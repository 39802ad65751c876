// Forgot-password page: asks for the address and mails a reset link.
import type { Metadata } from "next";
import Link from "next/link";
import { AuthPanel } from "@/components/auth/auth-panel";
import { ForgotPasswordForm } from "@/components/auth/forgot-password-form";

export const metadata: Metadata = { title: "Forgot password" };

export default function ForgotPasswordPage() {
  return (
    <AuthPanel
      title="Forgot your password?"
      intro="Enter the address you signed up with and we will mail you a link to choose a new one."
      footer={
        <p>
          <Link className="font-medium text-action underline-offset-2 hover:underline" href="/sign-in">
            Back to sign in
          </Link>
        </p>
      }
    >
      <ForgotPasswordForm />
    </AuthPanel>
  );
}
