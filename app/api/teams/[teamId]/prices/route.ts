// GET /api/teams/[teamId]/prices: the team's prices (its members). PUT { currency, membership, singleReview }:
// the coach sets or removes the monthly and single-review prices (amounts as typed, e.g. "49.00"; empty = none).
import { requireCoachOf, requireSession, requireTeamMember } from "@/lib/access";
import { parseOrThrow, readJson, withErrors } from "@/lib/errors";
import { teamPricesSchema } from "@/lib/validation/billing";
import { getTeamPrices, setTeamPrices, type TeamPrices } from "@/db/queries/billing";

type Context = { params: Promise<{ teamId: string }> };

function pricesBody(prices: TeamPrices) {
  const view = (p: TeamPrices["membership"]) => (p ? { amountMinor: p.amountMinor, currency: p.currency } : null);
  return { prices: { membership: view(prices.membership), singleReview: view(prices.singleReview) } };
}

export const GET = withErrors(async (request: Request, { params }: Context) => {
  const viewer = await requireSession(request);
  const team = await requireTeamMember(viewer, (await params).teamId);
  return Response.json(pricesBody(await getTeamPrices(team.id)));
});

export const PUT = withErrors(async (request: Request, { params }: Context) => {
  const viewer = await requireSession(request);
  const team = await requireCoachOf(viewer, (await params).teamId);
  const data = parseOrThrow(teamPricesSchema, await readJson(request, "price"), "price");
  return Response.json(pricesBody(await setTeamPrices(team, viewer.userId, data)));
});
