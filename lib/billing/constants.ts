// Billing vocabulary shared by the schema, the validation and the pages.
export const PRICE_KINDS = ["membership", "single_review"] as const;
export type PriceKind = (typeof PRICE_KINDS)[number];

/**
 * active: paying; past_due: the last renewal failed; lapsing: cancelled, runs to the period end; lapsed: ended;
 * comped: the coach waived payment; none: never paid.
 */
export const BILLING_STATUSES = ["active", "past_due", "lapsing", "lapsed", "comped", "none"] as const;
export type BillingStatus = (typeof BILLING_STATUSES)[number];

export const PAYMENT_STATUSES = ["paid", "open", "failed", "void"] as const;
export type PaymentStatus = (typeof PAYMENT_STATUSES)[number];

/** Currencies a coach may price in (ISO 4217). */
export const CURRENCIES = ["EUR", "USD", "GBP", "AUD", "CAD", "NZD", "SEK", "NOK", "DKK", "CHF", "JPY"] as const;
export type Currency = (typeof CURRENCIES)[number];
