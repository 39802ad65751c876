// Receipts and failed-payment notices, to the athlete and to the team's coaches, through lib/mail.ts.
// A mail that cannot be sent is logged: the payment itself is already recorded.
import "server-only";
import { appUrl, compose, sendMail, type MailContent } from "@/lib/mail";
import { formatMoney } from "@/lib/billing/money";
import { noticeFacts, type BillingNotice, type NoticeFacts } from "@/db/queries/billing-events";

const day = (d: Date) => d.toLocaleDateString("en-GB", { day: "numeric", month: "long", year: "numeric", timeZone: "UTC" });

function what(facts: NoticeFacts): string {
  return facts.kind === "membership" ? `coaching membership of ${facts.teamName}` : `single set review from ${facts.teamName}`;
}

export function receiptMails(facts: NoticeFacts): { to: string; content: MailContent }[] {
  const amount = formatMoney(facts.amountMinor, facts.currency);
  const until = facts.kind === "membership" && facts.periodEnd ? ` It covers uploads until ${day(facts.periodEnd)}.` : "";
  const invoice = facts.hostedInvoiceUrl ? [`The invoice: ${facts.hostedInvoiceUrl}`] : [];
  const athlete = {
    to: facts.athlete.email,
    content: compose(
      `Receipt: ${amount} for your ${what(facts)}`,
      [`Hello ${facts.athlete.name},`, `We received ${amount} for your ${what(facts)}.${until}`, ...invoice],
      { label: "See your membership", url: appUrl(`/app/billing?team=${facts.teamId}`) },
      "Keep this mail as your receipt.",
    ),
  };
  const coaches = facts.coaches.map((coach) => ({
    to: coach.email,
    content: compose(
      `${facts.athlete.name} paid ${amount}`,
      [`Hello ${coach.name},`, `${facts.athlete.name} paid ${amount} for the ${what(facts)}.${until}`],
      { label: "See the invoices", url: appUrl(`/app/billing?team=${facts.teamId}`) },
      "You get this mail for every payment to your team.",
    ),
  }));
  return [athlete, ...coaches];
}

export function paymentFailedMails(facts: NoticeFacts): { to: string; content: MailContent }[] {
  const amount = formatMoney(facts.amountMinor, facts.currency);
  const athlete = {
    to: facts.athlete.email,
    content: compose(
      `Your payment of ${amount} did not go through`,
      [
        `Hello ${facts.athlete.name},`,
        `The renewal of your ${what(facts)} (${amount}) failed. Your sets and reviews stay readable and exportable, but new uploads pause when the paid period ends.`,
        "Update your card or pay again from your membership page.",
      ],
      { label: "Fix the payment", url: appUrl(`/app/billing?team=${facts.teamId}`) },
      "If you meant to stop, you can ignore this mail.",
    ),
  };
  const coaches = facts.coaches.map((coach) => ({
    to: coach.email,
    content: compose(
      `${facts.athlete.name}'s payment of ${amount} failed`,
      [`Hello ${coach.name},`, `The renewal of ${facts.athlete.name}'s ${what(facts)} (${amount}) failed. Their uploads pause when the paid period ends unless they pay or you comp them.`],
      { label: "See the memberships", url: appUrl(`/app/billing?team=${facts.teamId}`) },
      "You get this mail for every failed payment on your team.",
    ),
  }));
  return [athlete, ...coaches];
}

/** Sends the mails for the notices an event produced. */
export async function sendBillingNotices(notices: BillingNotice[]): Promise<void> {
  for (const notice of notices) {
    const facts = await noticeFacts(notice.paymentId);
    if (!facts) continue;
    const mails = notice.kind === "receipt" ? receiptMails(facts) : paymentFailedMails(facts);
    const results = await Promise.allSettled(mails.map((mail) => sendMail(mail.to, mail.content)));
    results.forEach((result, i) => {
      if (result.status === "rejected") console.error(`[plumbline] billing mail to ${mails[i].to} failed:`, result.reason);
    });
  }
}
------------------------------------------------------------------------
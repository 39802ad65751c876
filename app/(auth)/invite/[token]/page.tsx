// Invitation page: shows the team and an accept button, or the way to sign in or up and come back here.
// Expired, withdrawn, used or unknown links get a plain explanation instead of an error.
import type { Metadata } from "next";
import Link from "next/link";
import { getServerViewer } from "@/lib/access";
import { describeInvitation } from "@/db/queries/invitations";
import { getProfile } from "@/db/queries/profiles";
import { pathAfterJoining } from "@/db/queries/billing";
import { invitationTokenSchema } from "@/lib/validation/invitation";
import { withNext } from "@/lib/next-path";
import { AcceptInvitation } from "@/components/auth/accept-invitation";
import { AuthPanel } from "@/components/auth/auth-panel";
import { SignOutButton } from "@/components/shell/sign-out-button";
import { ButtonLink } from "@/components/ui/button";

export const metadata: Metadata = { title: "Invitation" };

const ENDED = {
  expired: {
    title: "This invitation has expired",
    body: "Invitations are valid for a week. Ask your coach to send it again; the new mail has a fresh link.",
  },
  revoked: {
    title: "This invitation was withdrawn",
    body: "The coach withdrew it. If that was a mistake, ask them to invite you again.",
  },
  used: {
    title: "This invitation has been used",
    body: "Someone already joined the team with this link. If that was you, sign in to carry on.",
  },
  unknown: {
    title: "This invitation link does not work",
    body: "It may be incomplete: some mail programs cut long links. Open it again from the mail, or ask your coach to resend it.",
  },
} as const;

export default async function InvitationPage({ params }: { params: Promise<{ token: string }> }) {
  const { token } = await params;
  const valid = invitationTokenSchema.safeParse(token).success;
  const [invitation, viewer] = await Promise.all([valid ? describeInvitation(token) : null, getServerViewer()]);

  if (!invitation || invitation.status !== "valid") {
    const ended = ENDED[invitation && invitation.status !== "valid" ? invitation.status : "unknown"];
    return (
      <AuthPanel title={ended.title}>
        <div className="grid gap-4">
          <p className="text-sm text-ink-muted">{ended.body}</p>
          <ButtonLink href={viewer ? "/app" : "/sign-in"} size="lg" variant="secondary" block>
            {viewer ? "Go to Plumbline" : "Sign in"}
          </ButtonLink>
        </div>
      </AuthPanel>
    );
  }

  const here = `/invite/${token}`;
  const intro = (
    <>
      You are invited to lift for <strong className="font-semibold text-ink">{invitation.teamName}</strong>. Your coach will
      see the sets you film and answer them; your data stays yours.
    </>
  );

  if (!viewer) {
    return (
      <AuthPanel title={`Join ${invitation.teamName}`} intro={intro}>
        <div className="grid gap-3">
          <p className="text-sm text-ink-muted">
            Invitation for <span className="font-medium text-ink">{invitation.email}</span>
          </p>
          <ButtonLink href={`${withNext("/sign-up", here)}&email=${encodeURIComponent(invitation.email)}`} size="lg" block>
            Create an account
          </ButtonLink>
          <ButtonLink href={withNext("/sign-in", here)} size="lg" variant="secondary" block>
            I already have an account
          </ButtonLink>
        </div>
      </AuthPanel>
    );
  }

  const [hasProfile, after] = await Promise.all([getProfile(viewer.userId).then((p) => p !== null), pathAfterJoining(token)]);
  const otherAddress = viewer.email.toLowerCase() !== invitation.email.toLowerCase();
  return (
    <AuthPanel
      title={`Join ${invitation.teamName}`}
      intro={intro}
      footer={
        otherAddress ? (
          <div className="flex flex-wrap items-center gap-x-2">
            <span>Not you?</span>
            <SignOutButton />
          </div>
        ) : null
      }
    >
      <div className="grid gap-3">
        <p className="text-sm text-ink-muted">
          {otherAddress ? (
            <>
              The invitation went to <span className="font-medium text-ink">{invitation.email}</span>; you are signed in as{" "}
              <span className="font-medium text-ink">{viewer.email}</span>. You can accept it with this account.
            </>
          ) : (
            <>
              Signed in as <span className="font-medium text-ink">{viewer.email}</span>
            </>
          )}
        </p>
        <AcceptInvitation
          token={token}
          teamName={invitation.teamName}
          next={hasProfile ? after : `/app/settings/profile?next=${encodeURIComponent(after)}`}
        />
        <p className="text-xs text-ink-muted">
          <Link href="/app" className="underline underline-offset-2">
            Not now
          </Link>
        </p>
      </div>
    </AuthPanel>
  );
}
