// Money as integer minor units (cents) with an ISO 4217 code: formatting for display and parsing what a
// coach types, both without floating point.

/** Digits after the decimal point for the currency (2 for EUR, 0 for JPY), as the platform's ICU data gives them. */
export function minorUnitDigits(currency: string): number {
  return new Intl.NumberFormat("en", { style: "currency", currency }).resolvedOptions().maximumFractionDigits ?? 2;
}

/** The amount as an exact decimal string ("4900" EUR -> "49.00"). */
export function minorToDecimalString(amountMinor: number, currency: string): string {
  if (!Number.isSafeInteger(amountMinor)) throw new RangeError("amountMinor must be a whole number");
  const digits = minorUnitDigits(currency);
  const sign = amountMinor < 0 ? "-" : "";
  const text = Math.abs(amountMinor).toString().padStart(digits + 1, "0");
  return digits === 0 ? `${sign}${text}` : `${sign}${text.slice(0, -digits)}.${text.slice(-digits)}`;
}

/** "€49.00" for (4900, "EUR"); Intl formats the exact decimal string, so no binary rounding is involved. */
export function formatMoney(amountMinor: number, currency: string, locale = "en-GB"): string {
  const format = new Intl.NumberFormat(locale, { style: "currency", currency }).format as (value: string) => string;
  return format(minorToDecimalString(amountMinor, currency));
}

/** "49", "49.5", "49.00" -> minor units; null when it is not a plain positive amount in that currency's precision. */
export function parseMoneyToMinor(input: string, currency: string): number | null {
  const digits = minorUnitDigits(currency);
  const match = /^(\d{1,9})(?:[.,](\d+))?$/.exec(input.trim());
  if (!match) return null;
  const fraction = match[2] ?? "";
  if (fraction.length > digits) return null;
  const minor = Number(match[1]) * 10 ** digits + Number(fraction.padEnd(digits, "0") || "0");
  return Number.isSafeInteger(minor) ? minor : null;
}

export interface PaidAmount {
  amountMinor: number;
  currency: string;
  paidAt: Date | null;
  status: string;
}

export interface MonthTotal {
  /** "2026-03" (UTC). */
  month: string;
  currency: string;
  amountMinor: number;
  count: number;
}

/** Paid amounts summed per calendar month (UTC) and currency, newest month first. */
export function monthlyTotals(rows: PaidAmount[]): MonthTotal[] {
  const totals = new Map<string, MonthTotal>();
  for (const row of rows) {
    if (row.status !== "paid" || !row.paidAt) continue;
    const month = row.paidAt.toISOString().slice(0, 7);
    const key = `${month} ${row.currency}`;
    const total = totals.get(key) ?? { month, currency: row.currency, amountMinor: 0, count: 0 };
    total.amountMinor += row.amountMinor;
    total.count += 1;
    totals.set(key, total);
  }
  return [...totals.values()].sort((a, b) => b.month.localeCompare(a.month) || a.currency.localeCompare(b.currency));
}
------------------------------------------------------------------------
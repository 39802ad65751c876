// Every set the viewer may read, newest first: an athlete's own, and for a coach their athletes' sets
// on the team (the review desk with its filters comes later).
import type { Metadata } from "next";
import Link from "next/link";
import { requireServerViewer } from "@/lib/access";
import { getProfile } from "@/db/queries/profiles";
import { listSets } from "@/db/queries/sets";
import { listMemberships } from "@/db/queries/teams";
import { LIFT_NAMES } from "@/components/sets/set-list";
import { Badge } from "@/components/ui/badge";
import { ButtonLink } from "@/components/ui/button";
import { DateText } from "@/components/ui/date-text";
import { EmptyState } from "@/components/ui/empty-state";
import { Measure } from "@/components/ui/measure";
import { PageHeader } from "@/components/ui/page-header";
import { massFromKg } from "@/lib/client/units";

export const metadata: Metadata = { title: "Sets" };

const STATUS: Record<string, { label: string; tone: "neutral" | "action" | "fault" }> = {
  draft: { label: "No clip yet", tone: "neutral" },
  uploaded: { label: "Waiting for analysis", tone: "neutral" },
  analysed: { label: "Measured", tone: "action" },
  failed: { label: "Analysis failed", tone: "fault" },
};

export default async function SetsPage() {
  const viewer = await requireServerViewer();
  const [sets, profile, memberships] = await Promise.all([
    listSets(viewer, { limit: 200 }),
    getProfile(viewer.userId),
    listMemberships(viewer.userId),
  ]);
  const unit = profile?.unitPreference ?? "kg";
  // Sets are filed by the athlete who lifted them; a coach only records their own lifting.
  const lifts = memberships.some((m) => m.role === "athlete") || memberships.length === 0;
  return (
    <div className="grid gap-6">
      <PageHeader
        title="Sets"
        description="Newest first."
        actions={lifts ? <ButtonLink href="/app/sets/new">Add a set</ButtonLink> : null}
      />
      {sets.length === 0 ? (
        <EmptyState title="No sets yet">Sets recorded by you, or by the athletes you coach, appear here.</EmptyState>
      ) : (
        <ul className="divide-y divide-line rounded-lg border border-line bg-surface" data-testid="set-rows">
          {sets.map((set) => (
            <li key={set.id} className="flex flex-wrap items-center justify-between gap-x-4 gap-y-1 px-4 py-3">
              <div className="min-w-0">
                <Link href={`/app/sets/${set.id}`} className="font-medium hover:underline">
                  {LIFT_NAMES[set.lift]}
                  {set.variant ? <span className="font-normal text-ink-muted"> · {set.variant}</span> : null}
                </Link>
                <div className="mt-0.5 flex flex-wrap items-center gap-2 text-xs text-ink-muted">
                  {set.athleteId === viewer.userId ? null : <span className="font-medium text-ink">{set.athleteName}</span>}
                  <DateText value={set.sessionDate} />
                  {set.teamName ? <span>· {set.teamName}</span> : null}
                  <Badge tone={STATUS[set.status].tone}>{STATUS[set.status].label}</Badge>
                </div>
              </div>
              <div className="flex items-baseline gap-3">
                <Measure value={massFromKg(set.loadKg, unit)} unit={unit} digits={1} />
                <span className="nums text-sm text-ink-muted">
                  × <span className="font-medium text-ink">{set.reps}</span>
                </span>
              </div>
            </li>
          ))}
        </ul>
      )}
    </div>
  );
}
------------------------------------------------------------------------
Looking at the entries above, say how many lines contain the word "filename". Only the number is wanted.

3